Monday, November 24, 2008

Falstaff (2): forever waiting at the station

24 November

"Les joyeuses commères de Windsor" (aka "The Merry Wives of Windsor") is not one of Shakespeare's more original works, though the guy did have a knack for putting a show together. Seen primarily as a vehicle for resurrecting Falstaff (allegedly at the insistence of the Queen, to whom one did not say 'no') it is a bit disappointing: unlike in "Henry IV," where the pathos of Falstaff's downward trajectory, juxtaposed to the upsurgence of the prince, is the stuff of universal drama (see my post of 22/11), the outsized Falstaff is here fitted into a standard comic plot of fickle wives and jealous husbands, where his enormities are just another occasion for low humor. So I wondered what a company as original as the Théâtre du Voyageur would make of this material, and said as much to Chantal Melior before the show. "You'll have to see," she said, sphinx-like, and see I did.

One simple fact is that Chantal's two 'episodes' directly connect in a way that Shakespeare's do not: two hundred years of social history and a change of genre separate Shakespeare's feudal Falstaff from his early modern one. In the Voyageur's episode 2, though, the rather touching conclusion of episode 1 is replayed, verbatim, except that Falstaff, rebuked and abandoned, trudges to the far side of the stage ... and into a boxing ring!

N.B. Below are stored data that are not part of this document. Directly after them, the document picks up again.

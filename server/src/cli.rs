//! The command line (docs/cli.md).

use std::net::SocketAddr;
use std::path::PathBuf;

use chrono::{DateTime, Utc};
use clap::{Args, Parser, Subcommand, ValueEnum};

/// The database when none is given: a SQLite file in the working directory.
pub const DEFAULT_DATABASE: &str = "loopbal.sqlite";

#[derive(Debug, Parser)]
#[command(
    name = "loopbal",
    version,
    about = "Data reconciliation of plant recycle loops",
    long_about = None
)]
pub struct Cli {
    #[command(subcommand)]
    pub command: Command,
}

#[derive(Debug, Subcommand)]
pub enum Command {
    /// Validate a model file (TOML, or JSON) and print what is wrong, or a summary of it.
    CheckModel {
        /// The model file; `.json` or text starting with `{` is read as JSON, else TOML.
        model: PathBuf,
    },
    /// Reconcile every period found in a readings file and print the reports as a JSON array.
    Reconcile {
        /// The model file (TOML or JSON).
        #[arg(long, value_name = "M")]
        model: PathBuf,
        /// The readings: CSV with a header `tag,time,value[,quality]`, or JSON
        /// `{"readings": [...]}` (chosen by the `.json` extension or the content).
        #[arg(long, value_name = "R")]
        readings: PathBuf,
        /// Only periods starting at or after this RFC 3339 time.
        #[arg(long, value_name = "TIME", value_parser = parse_time)]
        period_from: Option<DateTime<Utc>>,
        /// Only periods starting before this RFC 3339 time.
        #[arg(long, value_name = "TIME", value_parser = parse_time)]
        period_to: Option<DateTime<Utc>>,
    },
    /// Run the HTTP service.
    Serve {
        /// Address and port to listen on.
        #[arg(
            long,
            value_name = "ADDR",
            default_value = "127.0.0.1:8080",
            env = "LOOPBAL_LISTEN"
        )]
        listen: SocketAddr,
        #[command(flatten)]
        database: DatabaseArg,
        /// Largest request body accepted, in bytes (a readings batch, a model).
        #[arg(long, value_name = "BYTES", default_value_t = 64 * 1024 * 1024, env = "LOOPBAL_MAX_BODY_BYTES")]
        max_body_bytes: usize,
        /// Seconds before an unanswered request is abandoned with 408.
        #[arg(long, value_name = "SECONDS", default_value_t = 60, env = "LOOPBAL_REQUEST_TIMEOUT",
              value_parser = clap::value_parser!(u64).range(1..=3600))]
        request_timeout: u64,
        /// Seconds after a period's end before it is reconciled (late readings of the hour
        /// arrive in this time); a period whose readings change later is run again.
        #[arg(
            long,
            value_name = "SECONDS",
            default_value_t = 300,
            env = "LOOPBAL_RUN_GRACE"
        )]
        run_grace: u64,
        /// Seconds between the scheduler's looks for due periods (it also wakes on every batch
        /// that changes stored readings).
        #[arg(long, value_name = "SECONDS", default_value_t = 30, env = "LOOPBAL_RUN_TICK",
              value_parser = clap::value_parser!(u64).range(1..=86400))]
        run_tick: u64,
        /// Periods reconciled at once (default: one per core).
        #[arg(long, value_name = "N", env = "LOOPBAL_RUN_WORKERS",
              value_parser = clap::value_parser!(u64).range(1..=256))]
        run_workers: Option<u64>,
        /// Seconds a claim on a period lasts unless renewed. Instances sharing one database
        /// claim each period before running it and renew the claim while the run goes on; the
        /// periods of an instance that died are taken by another once its claims lapse.
        #[arg(long, value_name = "SECONDS", default_value_t = 60, env = "LOOPBAL_RUN_LEASE",
              value_parser = clap::value_parser!(u64).range(2..=86400))]
        run_lease: u64,
        /// This instance's name in its claims and log (the host's name by default); the
        /// process id and a random suffix are added, so names never collide.
        #[arg(long, value_name = "NAME", env = "LOOPBAL_INSTANCE_NAME")]
        instance_name: Option<String>,
    },
    /// The whole job on an invented methanol loop: a fresh database, the service, some days of
    /// simulated hourly readings posted over HTTP, a summary, then serve until Ctrl-C.
    Demo {
        /// Address and port of the demo's service (port 0: any free port).
        #[arg(long, value_name = "ADDR", default_value = "127.0.0.1:8080")]
        listen: SocketAddr,
        /// Create the demo database here (must not exist); a temporary folder by default.
        #[arg(long, value_name = "PATH")]
        database: Option<PathBuf>,
        /// Days of hourly readings to simulate.
        #[arg(long, default_value_t = 4)]
        days: usize,
        /// Seed of the simulated noise.
        #[arg(long, default_value_t = 1)]
        seed: u64,
        /// Stop after the summary instead of serving.
        #[arg(long)]
        no_serve: bool,
        /// Print the summary as JSON.
        #[arg(long)]
        json: bool,
    },
    /// API tokens.
    Token {
        #[command(subcommand)]
        command: TokenCommand,
    },
}

#[derive(Debug, Args)]
pub struct DatabaseArg {
    /// The database: a SQLite file path or `sqlite:` URL, created with its schema if absent;
    /// or a `postgres://` URL of an existing PostgreSQL database (its schema is created).
    #[arg(long, value_name = "URL", default_value = DEFAULT_DATABASE, env = "LOOPBAL_DATABASE_URL")]
    pub database: String,
}

#[derive(Debug, Subcommand)]
pub enum TokenCommand {
    /// Make a new token and print it once: only its hash is stored.
    Create {
        /// What the token may do: ingest (post readings), read (models, reports, figures,
        /// meters), maintain (technicians' notes), admin (everything).
        #[arg(long, value_enum)]
        role: RoleArg,
        /// Limit the token to one plant (every plant when absent).
        #[arg(long, value_name = "PLANT")]
        plant: Option<String>,
        #[command(flatten)]
        database: DatabaseArg,
    },
}

#[derive(Debug, Clone, Copy, ValueEnum)]
pub enum RoleArg {
    Ingest,
    Read,
    Maintain,
    Admin,
}

fn parse_time(text: &str) -> Result<DateTime<Utc>, String> {
    DateTime::parse_from_rfc3339(text)
        .map(|t| t.with_timezone(&Utc))
        .map_err(|e| format!("not an RFC 3339 time such as 2026-03-02T05:00:00Z ({e})"))
}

There he KO's one, two, three of his erstwhile critics and emerges a winner once more. Later the ring will become a stage where Falstaff's desperate housewife (now known as Mme. de Gaie?), will croon a love-song (in English), Motown style, while the rest of the cast sings back-ups. More choral numbers similarly yank the scene into the present day--but of course that's exactly what Shakespeare did by creating a contemporary bourgeois bedroom farce.

Other interpolations worked less well for me. The English wars of succession break out all over again, just long enough for Falstaff as recruiter to engage in a lot of wordplay (I no doubt missed a lot here), but then the armies seem to get laid off and everyone goes home. On the other hand the fact that the play actually erupts in the bar/waiting area before it officially starts, with Falstaff bellowing and cursing from the stairwell and the cast warming up at the piano, is a wonderful way to launch a sequel. This was particularly effective as half the audience was a group of middle-schoolers (who had seen the first half as I did the night before): not quite knowing what to expect, they were both amazed and a little worried as this enormous and rather unstable-looking fellow was suddenly amongst them, using language they knew one didn't use in polite settings ... but was this a polite setting? Had their teachers brought them by mistake to a bordello? In some ways the uncertainty of that moment set a perfect tone for what followed.

After the instabilities of these preliminary gestures the main plot of "Merry Wives," in which Falstaff's adulterous designs are deceptively encouraged, then foiled in a crescendo of humiliations, goes ahead like a mechanical toy, delightful in its details but finally all too predictable. Falstaff is left on all fours, wearing a ridiculous set of horns (antlers, actually), while the honest burghers of Windsor--that boringly upright bunch--make sport of him. That's as far as Shakespeare takes it: Falstaff realizes his folly, and the romantic subplot (altogether missing from this version) is left to work its charms. 

But in the Voyageur version a wonderful thing happens at just this moment, a gesture with which Chantal Melior has won my heart forever.  Falstaff picks himself up, antlers and all, and returns to the studied nonchalance he tried to assume in the face of Hal's devastating rebuke at the end of episode 1. Turning to his faithless friends he asks--in exactly the words he used last night-- "Who wants to have dinner?" and strolls off as if nothing has happened: no moral lesson, no triumph of bourgeois propriety, no change of heart. For all his faults and follies he is still Falstaff, heavyweight champion of the world, now, tomorrow, forever. Now that's an ending.